The men's 1500 metres event at the 1936 Olympic Games took place August 4 and August 6. Forty-three athletes from 27 nations competed. The maximum number of athletes per nation had been set at 3 since the 1930 Olympic Congress. The final was won by Kiwi Jack Lovelock in world record time. It was New Zealand's first medal in the 1500 metres. Glenn Cunningham's silver put the United States on the 1500 metres podium for the first time since 1920. Luigi Beccali did not successfully defend his 1932 gold, but took bronze to become the first man to win two medals in the event.

Background

This was the 10th appearance of the event, which is one of 12 athletics events to have been held at every Summer Olympics. The event had an impressive field. Six of the top seven runners from the 1932 Games returned, including all three medalists: gold medalist Luigi Beccali of Italy, silver medalist Jerry Cornes of Great Britain, bronze medalist Phil Edwards of Canada, fourth-place finisher Glenn Cunningham of the United States, fifth-place finisher Eric Ny of Sweden, and seventh-place finisher Jack Lovelock of New Zealand. All six were contenders in 1936, along with Sydney Wooderson of Great Britain and Archie San Romani and Gene Venzke of the United States (world record holder Bill Bonthron could not make the team against Cunningham, Venzke, and San Romani).

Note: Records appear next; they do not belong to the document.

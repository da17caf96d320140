"""The worker's product helpers against scipy's public sparse product, and dropout applied
from the boolean keep mask against the float mask (bit for bit)."""
from __future__ import annotations

import numpy as np
import pytest
import scipy.sparse as sp

from shardtrain import compat
from shardtrain.train import halo, model


@pytest.mark.parametrize("dtype", [np.float32, np.float64])
@pytest.mark.parametrize("kernel", [True, False])
def test_accumulate_product_adds_the_scipy_product(dtype, kernel, monkeypatch):
    # Reference: scipy.sparse's public CSR @ dense product.
    if not kernel:
        monkeypatch.setattr(compat, "_csr_matvecs", None)    # the public fallback path
    a = sp.random(300, 500, density=0.02, format="csr", random_state=1, dtype=dtype)
    x = np.random.default_rng(2).standard_normal((500, 7)).astype(dtype)
    y0 = np.random.default_rng(3).standard_normal((300, 7)).astype(dtype)
    y = y0.copy()
    compat.add_csr_product(a, x, y)
    tol = 1e-5 if dtype == np.float32 else 1e-12      # rounding of a different sum order
    np.testing.assert_allclose(y, y0 + a @ x, rtol=tol, atol=tol)


def test_split_blocks_give_the_bits_of_the_whole_product():
    # Reference: scipy's A @ [M; M_halo] on the unsplit matrix; the split accumulation
    # sums every row's entries in the same column order, so the bits agree.
    a = sp.random(400, 700, density=0.03, format="csr", random_state=4)
    a.sort_indices()
    m = np.random.default_rng(5).standard_normal((700, 5))
    z = np.zeros((400, 5))
    compat.add_csr_product(halo.column_block(a, 0, 400), np.ascontiguousarray(m[:400]), z)
    compat.add_csr_product(halo.column_block(a, 400, 700),
                               np.ascontiguousarray(m[400:]), z)
    assert z.tobytes() == (a @ m).tobytes()


def test_selection_matrix_adds_rows_at_their_targets():
    # Reference: numpy fancy-index addition out[rows] += x (rows unique).
    rows = np.random.default_rng(6).permutation(50)[:20]
    x = np.random.default_rng(7).standard_normal((20, 3))
    out = np.random.default_rng(8).standard_normal((50, 3))
    want = out.copy()
    want[rows] += x
    compat.add_csr_product(halo.selection_matrix(rows, 50, np.float64), x, out)
    assert out.tobytes() == want.tobytes()


def test_transpose_shares_a_symmetric_block_and_transposes_others():
    # Reference: scipy's .T.
    s = sp.random(60, 60, density=0.1, format="csr", random_state=9)
    sym = (s + s.T).tocsr()
    sym.sort_indices()
    assert halo.transpose_csr(sym) is sym
    t = halo.transpose_csr(s.tocsr())
    assert (t != s.T).nnz == 0


@pytest.mark.parametrize("dtype", [np.float32, np.float64])
def test_dropout_from_keep_mask_equals_float_mask(dtype):
    # Reference: h * dropout_mask, the float mask (common practice for inverted dropout).
    ids = np.random.default_rng(10).permutation(5000)
    h = np.random.default_rng(11).standard_normal((5000, 37)).astype(dtype)
    want = h * model.dropout_mask(2, 3, 1, ids, 37, 0.3, dtype)
    got = model.Dropout(2, 3, 0.3, ids)(1, h)
    assert got.dtype == want.dtype and got.tobytes() == want.tobytes()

Chile, the Republic of China, Colombia, Luxembourg, and Peru each made their first appearance in the event. The United States made its 10th appearance, the only nation to have competed in the men's 1500 metres at each Games to that point.

Competition format

The competition consisted of two rounds, the format used since 1908. The number of semifinals was back up to four, with 10 or 11 runners in each. The top three runners in each heat advanced to the final, resulting in the typical 12-man final race.

Records

These were the standing world and Olympic records prior to the 1936 Summer Olympics.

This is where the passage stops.